WHAT IS BEING ASKED ▸
No line of the records may be dropped; print them all again exactly.
>>>>>
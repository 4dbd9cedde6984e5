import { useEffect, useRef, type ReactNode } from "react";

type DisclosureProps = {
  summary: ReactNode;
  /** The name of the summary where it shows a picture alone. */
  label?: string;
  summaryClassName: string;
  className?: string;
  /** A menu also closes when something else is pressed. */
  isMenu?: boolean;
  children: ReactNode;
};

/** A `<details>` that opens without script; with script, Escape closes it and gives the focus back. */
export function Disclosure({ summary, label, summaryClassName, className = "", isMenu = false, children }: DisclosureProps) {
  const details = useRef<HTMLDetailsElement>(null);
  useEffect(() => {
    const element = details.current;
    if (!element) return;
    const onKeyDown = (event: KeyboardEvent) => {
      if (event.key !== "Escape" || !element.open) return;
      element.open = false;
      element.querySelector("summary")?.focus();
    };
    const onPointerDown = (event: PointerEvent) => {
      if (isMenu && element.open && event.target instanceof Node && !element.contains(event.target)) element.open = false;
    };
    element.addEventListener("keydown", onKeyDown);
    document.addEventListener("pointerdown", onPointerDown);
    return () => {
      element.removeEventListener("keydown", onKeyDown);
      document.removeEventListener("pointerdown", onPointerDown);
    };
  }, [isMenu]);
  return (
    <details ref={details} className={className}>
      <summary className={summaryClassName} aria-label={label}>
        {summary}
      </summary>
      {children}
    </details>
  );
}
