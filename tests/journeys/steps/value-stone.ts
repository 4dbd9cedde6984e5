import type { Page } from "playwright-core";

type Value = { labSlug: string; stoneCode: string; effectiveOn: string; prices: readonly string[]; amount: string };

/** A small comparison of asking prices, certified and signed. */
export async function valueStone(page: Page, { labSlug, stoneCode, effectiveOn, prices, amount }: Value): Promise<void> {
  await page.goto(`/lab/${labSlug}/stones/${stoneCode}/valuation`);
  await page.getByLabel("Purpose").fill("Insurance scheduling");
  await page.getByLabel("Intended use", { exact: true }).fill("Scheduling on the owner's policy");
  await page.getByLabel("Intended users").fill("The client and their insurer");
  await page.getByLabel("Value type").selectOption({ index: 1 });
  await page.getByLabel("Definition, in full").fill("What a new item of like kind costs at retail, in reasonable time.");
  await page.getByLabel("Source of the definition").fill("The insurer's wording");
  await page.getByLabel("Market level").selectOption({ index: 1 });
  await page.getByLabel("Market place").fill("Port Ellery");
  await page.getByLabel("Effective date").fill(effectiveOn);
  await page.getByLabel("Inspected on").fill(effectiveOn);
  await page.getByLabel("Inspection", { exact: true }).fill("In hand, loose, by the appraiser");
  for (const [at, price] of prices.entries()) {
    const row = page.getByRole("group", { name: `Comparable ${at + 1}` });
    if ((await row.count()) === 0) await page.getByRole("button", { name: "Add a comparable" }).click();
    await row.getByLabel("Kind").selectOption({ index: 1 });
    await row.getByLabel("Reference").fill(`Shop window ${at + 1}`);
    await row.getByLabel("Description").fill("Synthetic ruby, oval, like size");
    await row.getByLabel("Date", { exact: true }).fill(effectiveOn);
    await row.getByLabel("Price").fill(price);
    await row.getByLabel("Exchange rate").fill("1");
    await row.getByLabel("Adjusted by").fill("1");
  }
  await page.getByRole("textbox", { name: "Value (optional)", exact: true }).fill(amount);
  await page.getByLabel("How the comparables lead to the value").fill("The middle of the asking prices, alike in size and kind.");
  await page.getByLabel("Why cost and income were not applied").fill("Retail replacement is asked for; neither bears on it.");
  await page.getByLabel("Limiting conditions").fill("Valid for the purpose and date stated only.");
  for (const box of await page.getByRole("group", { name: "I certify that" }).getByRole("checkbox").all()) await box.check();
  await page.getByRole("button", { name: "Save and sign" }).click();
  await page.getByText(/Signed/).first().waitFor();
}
<<<<<
EXERCISE SOLUTION ▸
repository 4dbd9cedde6984e5
import { useEffect, useRef, type ReactNode } from "react";

type DisclosureProps = {
  summary: ReactNode;
  /** The name of the summary where it shows a picture alone. */
  label?: string;
  summaryClassName: string;
  className?: string;
  /** A menu also closes when something else is pressed. */
  isMenu?: boolean;
  children: ReactNode;
};

/** A `<details>` that opens without script; with script, Escape closes it and gives the focus back. */
export function Disclosure({ summary, label, summaryClassName, className = "", isMenu = false, children }: DisclosureProps) {
  const details = useRef<HTMLDetailsElement>(null);
  useEffect(() => {
    const element = details.current;
    if (!element) return;
    const onKeyDown = (event: KeyboardEvent) => {
      if (event.key !== "Escape" || !element.open) return;
      element.open = false;
      element.querySelector("summary")?.focus();
    };
    const onPointerDown = (event: PointerEvent) => {
      if (isMenu && element.open && event.target instanceof Node && !element.contains(event.target)) element.open = false;
    };
    element.addEventListener("keydown", onKeyDown);
    document.addEventListener("pointerdown", onPointerDown);
    return () => {
      element.removeEventListener("keydown", onKeyDown);
      document.removeEventListener("pointerdown", onPointerDown);
    };
  }, [isMenu]);
  return (
    <details ref={details} className={className}>
      <summary className={summaryClassName} aria-label={label}>
        {summary}
      </summary>
      {children}
    </details>
  );
}
filename tests/journeys/steps/value-stone.ts
repository 4dbd9cedde6984e5
import type { Page } from "playwright-core";

type Value = { labSlug: string; stoneCode: string; effectiveOn: string; prices: readonly string[]; amount: string };

/** A small comparison of asking prices, certified and signed. */
export async function valueStone(page: Page, { labSlug, stoneCode, effectiveOn, prices, amount }: Value): Promise<void> {
  await page.goto(`/lab/${labSlug}/stones/${stoneCode}/valuation`);
  await page.getByLabel("Purpose").fill("Insurance scheduling");
  await page.getByLabel("Intended use", { exact: true }).fill("Scheduling on the owner's policy");
  await page.getByLabel("Intended users").fill("The client and their insurer");
  await page.getByLabel("Value type").selectOption({ index: 1 });
  await page.getByLabel("Definition, in full").fill("What a new item of like kind costs at retail, in reasonable time.");
  await page.getByLabel("Source of the definition").fill("The insurer's wording");
  await page.getByLabel("Market level").selectOption({ index: 1 });
  await page.getByLabel("Market place").fill("Port Ellery");
  await page.getByLabel("Effective date").fill(effectiveOn);
  await page.getByLabel("Inspected on").fill(effectiveOn);
  await page.getByLabel("Inspection", { exact: true }).fill("In hand, loose, by the appraiser");
  for (const [at, price] of prices.entries()) {
    const row = page.getByRole("group", { name: `Comparable ${at + 1}` });
    if ((await row.count()) === 0) await page.getByRole("button", { name: "Add a comparable" }).click();
    await row.getByLabel("Kind").selectOption({ index: 1 });
    await row.getByLabel("Reference").fill(`Shop window ${at + 1}`);
    await row.getByLabel("Description").fill("Synthetic ruby, oval, like size");
    await row.getByLabel("Date", { exact: true }).fill(effectiveOn);
    await row.getByLabel("Price").fill(price);
    await row.getByLabel("Exchange rate").fill("1");
    await row.getByLabel("Adjusted by").fill("1");
  }
  await page.getByRole("textbox", { name: "Value (optional)", exact: true }).fill(amount);
  await page.getByLabel("How the comparables lead to the value").fill("The middle of the asking prices, alike in size and kind.");
  await page.getByLabel("Why cost and income were not applied").fill("Retail replacement is asked for; neither bears on it.");
  await page.getByLabel("Limiting conditions").fill("Valid for the purpose and date stated only.");
  for (const box of await page.getByRole("group", { name: "I certify that" }).getByRole("checkbox").all()) await box.check();
  await page.getByRole("button", { name: "Save and sign" }).click();
  await page.getByText(/Signed/).first().waitFor();
}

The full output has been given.